I’m currently the only person at my AmLaw50 firm that knows how to draft a sequence listing so I’m the golden child and untouchable 😂 also have never just skated by doing the bare minimum since I knew I wanted to take the patent bar/do law school soon after getting into IP, so maybe that’s different than a perpetual paralegal mindset.
Many associates think paralegals are bad because they do not know how to do their own jobs yet and are mad the paralegals aren’t doing it for them.
A big part of a paralegal’s downfall at smaller or mid size firms is accountability. At larger firms, due to the pay, the firm expects the paralegals to perform well, be proactive, organized etc. At small to mid size firms, they want to retain paralegals bc once they get the skills, they may jump ship for more $$ so the firm doesnt make them accountable or give them alot of responsibility.
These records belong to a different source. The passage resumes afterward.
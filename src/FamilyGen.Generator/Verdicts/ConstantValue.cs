using System;
using System.Linq;
using FamilyGen.Generator.Algebra;

namespace FamilyGen.Generator.Verdicts;

/// <summary>The value of a formula of constants and at most one count; null where it depends on anything else.</summary>
internal static class ConstantValue
{
    public static double? Of(Expression expression, double? count = null)
    {
        double? Value(Expression e) => Of(e, count);
        switch (expression)
        {
            case Number number:
                return number.Value.ToDouble();
            case Constant constant:
                return constant.Value;
            case Symbol { Kind: SymbolKind.Observation }:
                return count;
            case Sum sum:
                return sum.Terms.Aggregate((double?)0, (total, term) => total + Value(term));
            case Product product:
                return product.Factors.Aggregate((double?)1, (total, factor) => total * Value(factor));
            case Power power:
                return Value(power.Base) is { } b && Value(power.Exponent) is { } e ? e == -1 ? 1 / b : Math.Pow(b, e) : null;
            case Call { Arguments.Count: 1 } call:
                return Value(call.Arguments[0]) is { } a ? Apply(call.Function, a) : null;
            case Call { Arguments.Count: 2 } call:
                return Value(call.Arguments[0]) is { } left && Value(call.Arguments[1]) is { } right ? Apply(call.Function, left, right) : null;
            case Conditional choice:
                return Holds(choice.Condition, count) is { } holds ? Value(holds ? choice.WhenTrue : choice.WhenFalse) : null;
            default:
                return null;
        }
    }

    public static bool? Holds(Condition condition, double? count = null)
    {
        switch (condition)
        {
            case Always always:
                return always.Value;
            case Not not:
                return !Holds(not.Operand, count);
            case And both:
                return Holds(both.Left, count) & Holds(both.Right, count);
            case Or either:
                return Holds(either.Left, count) | Holds(either.Right, count);
            case Comparison comparison when Of(comparison.Left, count) is { } left && Of(comparison.Right, count) is { } right:
                return comparison.Relation switch
                {
                    Relation.Less => left < right,
                    Relation.LessOrEqual => left <= right,
                    _ => left.Equals(right),
                };
            default:
                return null;
        }
    }

    private static double? Apply(Function function, double a) => function switch
    {
        Function.Exp => Math.Exp(a),
        Function.Log => Math.Log(a),
        Function.Sin => Math.Sin(a),
        Function.Cos => Math.Cos(a),
        Function.Abs => Math.Abs(a),
        Function.Floor => Math.Floor(a),
        Function.Sign when !double.IsNaN(a) => Math.Sign(a),
        _ => null,
    };

    private static double? Apply(Function function, double a, double b) => function switch
    {
        Function.Min => Math.Min(a, b),
        Function.Max => Math.Max(a, b),
        Function.Remainder => a % b,
        Function.IntegerQuotient => Math.Truncate(a / b),
        Function.Atan2 => Math.Atan2(a, b),
        _ => null,
    };
}
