using System;
using System.Collections.Generic;
using System.Linq;
using FamilyGen.Generator.Algebra;
using FamilyGen.Generator.Diagnostics;
using FamilyGen.Generator.Model;

namespace FamilyGen.Generator.Verdicts;

/// <summary>FG0205: arithmetic in integers that drops a fraction, or that can overflow on counts that may well occur.</summary>
internal static class IntegerArithmeticRule
{
    // Where the support sets no end: the largest count that is taken to occur.
    private const double LargestCount = 1e6;

    private const double LargestKnown = 1000;

    private const int LargestDivisor = 1000;

    public static IEnumerable<Finding> Find(FamilyReading reading)
    {
        var findings = reading.IntegerSteps
            .Select(s => (Step: s, Finding: Judge(s, reading.Declaration)))
            .Where(f => f.Finding is not null)
            .ToList();

        // The innermost step is the first to go wrong; in double it takes the outer ones with it.
        return findings
            .Where(f => !findings.Any(g => g.Step.Origin != f.Step.Origin && Holds(f.Step, g.Step.Origin)))
            .Select(f => f.Finding!);
    }

    private static bool Holds(IntegerStep step, int origin) =>
        Dependences.Parts(step.Left).Concat(Dependences.Parts(step.Right)).Any(p => p.Origin == origin);

    private static Finding? Judge(IntegerStep step, FamilyDeclaration declaration)
    {
        switch (step.Kind)
        {
            case IntegerStepKind.Quotient when !IsWhole(step, declaration):
                var inDouble = step.Right is Number ? $"{Operand(step.Left)} / {Operand(step.Right)}.0" : $"(double){Operand(step.Left)} / {Operand(step.Right)}";
                return Report(step, $"{Operand(step.Left)} / {Operand(step.Right)}", "drops the fraction", $"write '{inDouble}' if the fraction is meant, or 'Floor({inDouble})' if it is not");
            case IntegerStepKind.Product when Largest(step, declaration) > Limit(step.Type):
                var product = $"{Operand(step.Left)} * {Operand(step.Right)}";
                return Report(step, product, "can overflow", $"write '(double){product}'");
            case IntegerStepKind.Conversion when !new EnclosingEvaluator(declaration.Support.IsLattice).IsInteger(step.Left):
                return Report(step, $"({step.Type})({Text(step.Left)})", "drops the fraction", $"write '{Text(step.Left)}' if the fraction is meant, or 'Floor(…)' of it if it is not");
            default:
                return null;
        }
    }

    private static Finding Report(IntegerStep step, string what, string how, string mend) =>
        new(DiagnosticIds.IntegerArithmetic, step.Origin, EquatableArray.Of(what, step.Type, how, mend));

    private static string Operand(Expression operand) => operand is Sum or Conditional ? $"({Text(operand)})" : Text(operand);

    // As C# writes it.
    private static string Text(Expression operand) => Rendering.Text(operand).Replace('−', '-').Replace("·", " * ");

    // Whether the division leaves no remainder, whatever the count: x·(x − 1)/2. It is enough to try each residue.
    private static bool IsWhole(IntegerStep step, FamilyDeclaration declaration)
    {
        var evaluator = new EnclosingEvaluator(declaration.Support.IsLattice);
        if (evaluator.Of(step.Right, Enclosure.Line).Exact is not { IsInteger: true, IsZero: false } divisor || Rational.Abs(divisor) > LargestDivisor
            || !IsPolynomial(step.Left))
        {
            return false;
        }

        return Enumerable.Range(0, (int)Rational.Abs(divisor).Numerator)
            .All(r => evaluator.Of(step.Left, Enclosure.Of((Rational)r)).Exact is { } value && (value / divisor).IsInteger);
    }

    private static bool IsPolynomial(Expression expression) => expression switch
    {
        Number => true,
        Symbol symbol => symbol.Kind == SymbolKind.Observation,
        Sum or Product => expression.Children().All(IsPolynomial),
        _ => false,
    };

    private static double Largest(IntegerStep step, FamilyDeclaration declaration)
    {
        var support = EffectiveSupport.Declared(declaration);
        var x = Enclosure.Between(
            support.Lower?.ToDouble() ?? -LargestCount,
            support.Upper?.ToDouble() ?? Math.Max(LargestCount, support.Lower?.ToDouble() ?? 0));
        var evaluator = new EnclosingEvaluator(declaration.Support.IsLattice, _ => Enclosure.Between(-LargestKnown, LargestKnown));
        var product = evaluator.Of(Formula.Product(step.Left, step.Right), x);
        return product.IsNeverFinite ? 0 : Math.Max(-product.Lower, product.Upper);
    }

    private static double Limit(string type) => type switch
    {
        "int" => int.MaxValue,
        "uint" => uint.MaxValue,
        "ulong" => ulong.MaxValue,
        _ => long.MaxValue,
    };
}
And without accountability, there are no consequences to screw ups or even not being proactive.
SAME 😩😩 whyyyyyyyyyy
Honestly look at your comments on here and you should be really ashamed of yourself. I’d be very embarrassed if I were you.
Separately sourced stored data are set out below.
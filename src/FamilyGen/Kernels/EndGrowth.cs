using System.Collections.Immutable;

namespace FamilyGen.Kernels;

/// <summary>One rank of the exponent at an end: its coefficient there is Σ weightⱼθⱼ + constant.</summary>
/// <param name="Growth">The function of x.</param>
/// <param name="Weights">One weight for each natural parameter.</param>
/// <param name="Constant">The contribution of the base measure.</param>
/// <param name="Text">The coefficient as a person would write it: "1 − crowding".</param>
public sealed record Rank(Growth Growth, ImmutableArray<double> Weights, double Constant, string Text);

/// <summary>The expansion of the exponent at one end of one piece of the support.</summary>
/// <param name="Where">The end as a person would name it: "x → ∞", "x → 0".</param>
/// <param name="IsInfinite">Whether the end lies at ±∞. The finite end of a lattice always converges and has no row.</param>
/// <param name="IsUpper">Whether it is the upper end.</param>
/// <param name="Ranks">The ranks in any order; one that is absent has coefficient 0.</param>
/// <param name="Statistics">The growth of |T₀| … |T_{k−1}|, |log h| at this end.</param>
public sealed record EndGrowth(string Where, bool IsInfinite, bool IsUpper, ImmutableArray<Rank> Ranks, ImmutableArray<Growth> Statistics);
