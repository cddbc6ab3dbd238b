using System.Collections.Generic;
using System.Linq;
using FamilyGen.Generator.Algebra;
using FamilyGen.Generator.Diagnostics;
using FamilyGen.Generator.Model;

namespace FamilyGen.Generator.Verdicts;

/// <summary>FG0403: something stands in the way of a proof that the normalizer is finite and the exponent smooth between known
/// points.</summary>
internal static class UnprovedRule
{
    private const string Finiteness = "that the normalizer is finite";
    private const string Smoothness = "that every mode of the density is found";

    public static IEnumerable<Finding> Find(FamilyDeclaration declaration, NormalForm form)
    {
        var opaque = Bodies(declaration).SelectMany(Dependences.Parts).OfType<Opaque>().Where(o => Dependences.Of(o).HasObservation()).ToList();
        if (opaque.Count > 0)
            return opaque.Select(o => Report(o.Origin, OpaqueCall(o), Finiteness, "write its formula here, or in a static method of this assembly")).Distinct();
        return declaration.Support.Predicate is { } predicate && form.IsOpaque && IsSparse(declaration, predicate)
            ? [Report(predicate.Origin, "which counts this condition allows follows no pattern of residues and ranges", "how fast the sum over them converges", "use comparisons and remainders (%), or list few counts")]
            : OfFunctions(declaration, form);
    }

    private static IEnumerable<Finding> OfFunctions(FamilyDeclaration declaration, NormalForm form)
    {
        if (!form.IsOpaque && form.Ends.All(e => e.IsVerified))
            yield break;
        var none = new AtomSum(EquatableArray<WeightedAtom>.Empty);
        foreach (var (sum, origin) in Functions(declaration, form))
        {
            var alone = new SupportShape(declaration, new Expander(new Scope(declaration)), [new Statistic("T", "t", sum, null)], none);
            var text = Rendering.Text(sum);
            if (alone.Ends.FirstOrDefault(e => !e.IsVerified) is { } end)
            {
                var waves = sum.Terms.SelectMany(t => Dependences.Parts(t.Atom)).Any(p => p is Call { Function: Function.Sin or Function.Cos });
                if (!waves && DependsOnKnown(declaration, sum))
                    continue;
                yield return Report(
                    origin,
                    waves ? $"'{text}' oscillates without bound as {end.Where}" : $"how '{text}' grows as {end.Where} is beyond the known scale of growth",
                    Finiteness,
                    waves ? "damp the oscillation, or bound the support" : "write it with powers, logarithms and exponentials, or bound the support");
            }
            else if (alone.Breakpoints.IsOpaque)
            {
                yield return Report(origin, $"'{text}' breaks at points that cannot be listed", Smoothness, "write it with comparisons at known points, or use counts and %");
            }
        }
    }

    private static bool DependsOnKnown(FamilyDeclaration declaration, AtomSum sum) =>
        declaration.Known.Count > 0 && sum.Terms.Any(t => Dependences.Names(t.Atom, SymbolKind.Known).Count > 0);

    private static bool IsSparse(FamilyDeclaration declaration, Condition predicate) =>
        Breakpoints.Of([], predicate, new Scope(declaration)).IsOpaque;

    private static IEnumerable<(AtomSum Sum, int Origin)> Functions(FamilyDeclaration declaration, NormalForm form)
    {
        for (var i = 0; i < form.Statistics.Count; i++)
        {
            var body = form.Statistics[i].Body;
            yield return (body, declaration.IsTrade ? KernelPlace.Of(declaration, body) : declaration.Statistics[i].Body.Origin);
        }

        if (form.LogBase.Terms.Count > 0)
            yield return (form.LogBase, declaration.IsTrade ? KernelPlace.Of(declaration, form.LogBase) : declaration.BaseMeasure?.Body.Origin ?? -1);
    }

    private static IEnumerable<Expression> Bodies(FamilyDeclaration declaration)
    {
        var bodies = declaration.Statistics.Select(s => s.Body);
        if (declaration.Kernel is { } kernel)
            bodies = bodies.Append(kernel);
        if (declaration.BaseMeasure is { } measure)
            bodies = bodies.Append(measure.Body);
        return declaration.Support.Predicate is { } predicate ? bodies.Concat(predicate.Operands()) : bodies;
    }

    private static string OpaqueCall(Opaque opaque)
    {
        var name = opaque.Text.Split('(')[0].Split('.').Last().TrimStart('@');
        return opaque.Text.StartsWith("(double)(float)", System.StringComparison.Ordinal)
            ? "the conversion to float drops digits"
            : $"nothing is known about '{(name.Length > 0 ? name : Rendering.Text(opaque))}'";
    }

    private static Finding Report(int origin, string what, string unproved, string mend) =>
        new(DiagnosticIds.Unproved, origin, EquatableArray.Of(char.ToUpperInvariant(what[0]) + what.Substring(1), unproved, mend));
}
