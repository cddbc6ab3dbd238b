using System;
using System.Collections.Immutable;
using System.Globalization;

namespace FamilyGen.Kernels;

/// <summary>Whether the points of a wall belong to the natural parameter set, as far as its end of the support goes.</summary>
public enum WallMembership
{
    /// <summary>None do.</summary>
    Excluded,

    /// <summary>All do.</summary>
    Included,

    /// <summary>Those do that satisfy the wall's refinement.</summary>
    Conditional,
}

/// <summary>A hyperplane that limits the natural parameter set at one end of the support: inside,
/// Σ weightⱼθⱼ + constant &lt; bound.</summary>
/// <param name="Where">The end as a person would name it.</param>
/// <param name="Weights">One weight for each natural parameter.</param>
/// <param name="Constant">The contribution of the base measure.</param>
/// <param name="Bound">0, or the limit of the power condition.</param>
/// <param name="Text">The left side as a person would write it: "1 − crowding".</param>
/// <param name="Membership">Whether the set reaches the hyperplane.</param>
/// <param name="Refinement">The condition on the next rank, which decides on the hyperplane where membership is
/// conditional.</param>
public sealed record Wall(
    string Where,
    ImmutableArray<double> Weights,
    double Constant,
    double Bound,
    string Text,
    WallMembership Membership,
    Wall? Refinement)
{
    /// <summary>Σ weightⱼθⱼ + constant − bound: negative inside, 0 on the wall.</summary>
    public double Value(ReadOnlySpan<double> theta) => CoefficientLevel.Excess(Weights, theta, Constant, -Bound);

    /// <summary>The whole condition as a person would write it: "crowding &lt; 0, or crowding = 0 and total &lt; 0".</summary>
    public string Condition
    {
        get
        {
            var bound = Bound.ToString(CultureInfo.InvariantCulture);
            return Membership switch
            {
                WallMembership.Excluded => $"{Text} < {bound}",
                WallMembership.Included => $"{Text} ≤ {bound}",
                _ => $"{Text} < {bound}, or {Text} = {bound} and {Refinement!.Condition}",
            };
        }
    }
}
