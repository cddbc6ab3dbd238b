using System.Collections.Generic;
using System.Linq;
using FamilyGen.Generator.Algebra;
using FamilyGen.Generator.Diagnostics;
using FamilyGen.Generator.Model;

namespace FamilyGen.Generator.Verdicts;

/// <summary>FG0203: a statistic or base measure that is not finite at an observation which can occur. Only what is certain is
/// found: an end that is open, or a value that some known value would allow, does not count.</summary>
internal static class FiniteStatisticRule
{
    public static IEnumerable<Finding> Find(FamilyDeclaration declaration, NormalForm form)
    {
        // The measure alone decides what can occur, so it is judged on the whole declared support.
        var declared = new Finiteness(EffectiveSupport.Declared(declaration), declaration.ObservationName);
        var effective = new Finiteness(EffectiveSupport.Of(declaration, form), declaration.ObservationName);
        var findings = declaration.IsTrade ? OfKernel(declaration, form, declared, effective) : OfMembers(declaration, form, declared, effective);
        return findings.Distinct();
    }

    private static IEnumerable<Finding> OfMembers(FamilyDeclaration declaration, NormalForm form, Finiteness declared, Finiteness effective)
    {
        if (declaration.BaseMeasure is { } measure && declared.Find(measure.Body, measure.IsLogarithm) is { } fault)
        {
            yield return Report(declaration, measure.Member, fault, measure.Body);
            yield break;
        }

        foreach (var statistic in declaration.Statistics)
        {
            if ((effective.Find(statistic.Body) ?? SymbolicEnd.NotFinite(declaration, form, statistic.Body)) is { } found)
                yield return Report(declaration, statistic.Member, found, statistic.Body);
        }
    }

    // The kernel itself holds parameters, of which nothing is known; its statistics and its measure are free of them.
    private static IEnumerable<Finding> OfKernel(FamilyDeclaration declaration, NormalForm form, Finiteness declared, Finiteness effective)
    {
        var kernel = declaration.Kernel!;
        if (form.LogBase.Terms.Count > 0 && declared.Find(form.LogBase.ToExpression(), mayBeNegativeInfinity: true) is { } measure)
        {
            yield return Report(declaration, declaration.KernelMember!, Place(measure, form.LogBase), kernel);
            yield break;
        }

        foreach (var statistic in form.Statistics)
        {
            var body = statistic.Body.ToExpression();
            if ((effective.Find(body) ?? SymbolicEnd.NotFinite(declaration, form, body)) is { } fault)
                yield return Report(declaration, declaration.KernelMember!, Place(fault, statistic.Body), kernel);
        }

        NotFinite Place(NotFinite fault, AtomSum function) =>
            (fault.At.IsExact && fault.At.Name is null ? declared.Blame(kernel, fault.At) : null)
            ?? fault with { Origin = KernelPlace.Of(declaration, function) };
    }

    private static Finding Report(FamilyDeclaration declaration, DeclaredMember member, NotFinite found, Expression body)
    {
        var x = declaration.ObservationName;
        var at = found.At.IsExact ? $"{x} = {found.At.Text}" : $"{x} {found.At.Text}";
        return new Finding(
            DiagnosticIds.NotFinite,
            found.Origin >= 0 ? found.Origin : body.Origin,
            EquatableArray.Of(member.Name, at, found.Reason, Mend(declaration, found)));
    }

    private static string Mend(FamilyDeclaration declaration, NotFinite found)
    {
        var support = EffectiveSupport.Declared(declaration);
        var value = $"{declaration.ObservationName} == {(found.At.Name ?? found.At.Text).Replace('−', '-')} ? … : …";
        if (support.Masses.Contains(found.At.Point) && found.At.Name is null)
            return $"the point of mass needs a value of its own, so write '{value}'";
        if (!support.IsLattice && (found.At.Point == support.Lower || found.At.Point == support.Upper))
            return $"leave this end of the support open, or write a value for it with '{value}'";
        return found.At.IsExact
            ? $"narrow the support so that this cannot be observed, or write a value for it with '{value}'"
            : "narrow the support so that this cannot be observed";
    }
}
Having a good paralegal is like having a good spouse: you don’t both have to be The Best Human Being Ever, you just have to be the best for each other. What I need in a paralegal (someone who knows where my files are and keeps track of compliance docs for me) is different than what, e.g. my boss needs in a paralegal (someone who keeps track of his court dates and literally nothing else). If you’ve never had a good experience with a paralegal, that to me is equivalent to saying you’ve never had a good romantic relationship: it may be true, and it might be because you’ve never found someone compatible with you… or it’s because you’re the problem.
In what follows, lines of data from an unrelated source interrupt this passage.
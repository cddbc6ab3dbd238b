using System;

namespace FamilyGen.Kernels;

/// <summary>A number with its first and second derivatives in p variables: forward differentiation to second order.
/// A constant carries no arrays.</summary>
public readonly struct Jet : IArithmetic<Jet>
{
    private readonly double[]? _gradient;
    private readonly double[]? _hessian;            // rows of the lower triangle, one after another

    private Jet(double value, double[]? gradient, double[]? hessian) =>
        (Value, _gradient, _hessian) = (value, gradient, hessian);

    /// <summary>The number itself.</summary>
    public double Value { get; }

    /// <summary>The variable with this index among <paramref name="count"/>.</summary>
    public static Jet Variable(double value, int index, int count)
    {
        var gradient = new double[count];
        gradient[index] = 1;
        return new(value, gradient, new double[count * (count + 1) / 2]);
    }

    /// <summary>One variable for each value.</summary>
    public static Jet[] Variables(ReadOnlySpan<double> values)
    {
        var result = new Jet[values.Length];
        for (var i = 0; i < result.Length; i++)
            result[i] = Variable(values[i], i, result.Length);
        return result;
    }

    /// <summary>The first derivative in variable i; 0 for a constant.</summary>
    public double Gradient(int i) => _gradient is null ? 0 : _gradient[i];

    /// <summary>The second derivative in variables i and j; 0 for a constant.</summary>
    public double Hessian(int i, int j) =>
        _hessian is null ? 0 : i >= j ? _hessian[(i * (i + 1) / 2) + j] : _hessian[(j * (j + 1) / 2) + i];

    /// <inheritdoc/>
    public static Jet Unknown => double.NaN;

    /// <inheritdoc/>
    public static implicit operator Jet(double value) => new(value, null, null);

    /// <inheritdoc/>
    public static Jet operator +(Jet a, Jet b) => Linear(a.Value + b.Value, 1, a, 1, b);

    /// <inheritdoc/>
    public static Jet operator -(Jet a, Jet b) => Linear(a.Value - b.Value, 1, a, -1, b);

    /// <inheritdoc/>
    public static Jet operator -(Jet a) => Compose(a, -a.Value, -1, 0);

    /// <inheritdoc/>
    public static Jet operator *(Jet a, Jet b)
    {
        var result = Linear(a.Value * b.Value, b.Value, a, a.Value, b);
        if (a._gradient is not null && b._gradient is not null)
        {
            var (count, at) = (a._gradient.Length, 0);
            for (var i = 0; i < count; i++)
                for (var j = 0; j <= i; j++)
                    result._hessian![at++] += (a._gradient[i] * b._gradient[j]) + (a._gradient[j] * b._gradient[i]);
        }

        return result;
    }

    /// <inheritdoc/>
    public static Jet operator /(Jet a, Jet b)
    {
        if (b._gradient is null)
            return Compose(a, a.Value / b.Value, 1 / b.Value, 0);
        var inverse = 1 / b.Value;
        var product = a * Compose(b, inverse, -inverse * inverse, 2 * inverse * inverse * inverse);
        return new(a.Value / b.Value, product._gradient, product._hessian);
    }

    /// <inheritdoc/>
    public static Jet Exp(Jet a)
    {
        var value = Math.Exp(a.Value);
        return Compose(a, value, value, value);
    }

    /// <inheritdoc/>
    public static Jet Log(Jet a)
    {
        var inverse = 1 / a.Value;
        return Compose(a, Math.Log(a.Value), inverse, -inverse * inverse);
    }

    /// <inheritdoc/>
    public static Jet Pow(Jet a, double b) => Compose(
        a,
        Math.Pow(a.Value, b),
        b == 0 ? 0 : b * Math.Pow(a.Value, b - 1),
        b is 0 or 1 ? 0 : b * (b - 1) * Math.Pow(a.Value, b - 2));

    /// <inheritdoc/>
    public static Jet Pow(Jet a, Jet b)
    {
        if (b._gradient is null)
            return Pow(a, b.Value);
        var power = Exp(b * Log(a));
        return new(Math.Pow(a.Value, b.Value), power._gradient, power._hessian);
    }

    /// <inheritdoc/>
    public static Jet Sin(Jet a)
    {
        var (sin, cos) = Math.SinCos(a.Value);
        return Compose(a, sin, cos, -sin);
    }

    /// <inheritdoc/>
    public static Jet Cos(Jet a)
    {
        var (sin, cos) = Math.SinCos(a.Value);
        return Compose(a, cos, -sin, -cos);
    }

    /// <inheritdoc/>
    public static Jet Abs(Jet a) =>
        Compose(a, Math.Abs(a.Value), double.IsNaN(a.Value) ? double.NaN : Math.Sign(a.Value), 0);

    /// <inheritdoc/>
    public static Jet LogGamma(Jet a) => Compose(
        a, Special.LogGamma.Value(a.Value), Special.Digamma.Value(a.Value), Special.Trigamma.Value(a.Value));

    /// <inheritdoc/>
    public static Jet Digamma(Jet a) => Compose(
        a, Special.Digamma.Value(a.Value), Special.Trigamma.Value(a.Value), Special.Tetragamma.Value(a.Value));

    // αa + βb, but for the value
    private static Jet Linear(double value, double alpha, Jet a, double beta, Jet b) =>
        new(value, Linear(alpha, a._gradient, beta, b._gradient), Linear(alpha, a._hessian, beta, b._hessian));

    private static double[]? Linear(double alpha, double[]? a, double beta, double[]? b)
    {
        if (a is null && b is null)
            return null;
        var result = new double[(a ?? b)!.Length];
        for (var i = 0; i < result.Length; i++)
            result[i] = (a is null ? 0 : alpha * a[i]) + (b is null ? 0 : beta * b[i]);
        return result;
    }

    // f(a) by the chain rule
    private static Jet Compose(Jet a, double value, double first, double second)
    {
        if (a._gradient is null)
            return value;
        var gradient = new double[a._gradient.Length];
        var hessian = new double[a._hessian!.Length];
        var at = 0;
        for (var i = 0; i < gradient.Length; i++)
        {
            gradient[i] = first * a._gradient[i];
            for (var j = 0; j <= i; j++, at++)
                hessian[at] = (first * a._hessian[at]) + (second * a._gradient[i] * a._gradient[j]);
        }

        return new(value, gradient, hessian);
    }
}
Agree with the people who say work at better firms. I worked at a v5 and had great paralegals (but wanted to die from pulling all nighters every week and billing 2400+ every year). I'm now at a smaller firm and the paralegals suck, but I don't pull all nighters and bill less than 2K. I try to remind myself of the downsides of having really good support (namely that you pay them a bunch, which means you work with clients who pay a bunch, which means they make your life miserable).
Late to the party here, but is it possible some commenters are conflating "paralegal" with "secretary" or "assistant"? My understanding is that sometimes a "paralegal" at a smaller firm has similar responsibilities to what would be called a legal secretary or legal assistant in a biglaw (and "paralegals" in those firms do specialized work that is sometimes also done by associates).
You need to have hiring power of your paralegals - then it can be a chance of getting useful one.
I have heard a lot of advice to befriend a paralegal, that they are better than junior associates, and so on. I have never seen one actually able to live up to any of it. I do believe they are out there, though. There is too much smoke on this point for there not to be some fire.
Every paralegal I have ever had has tried to compete with me not help me. On the other hand, I have always been blessed with good legal secretaries/assistants. I wonder why.
Ouch! Yeah, sounds like you’ve had some bad experiences.
Wow. Some are sure triggered easily.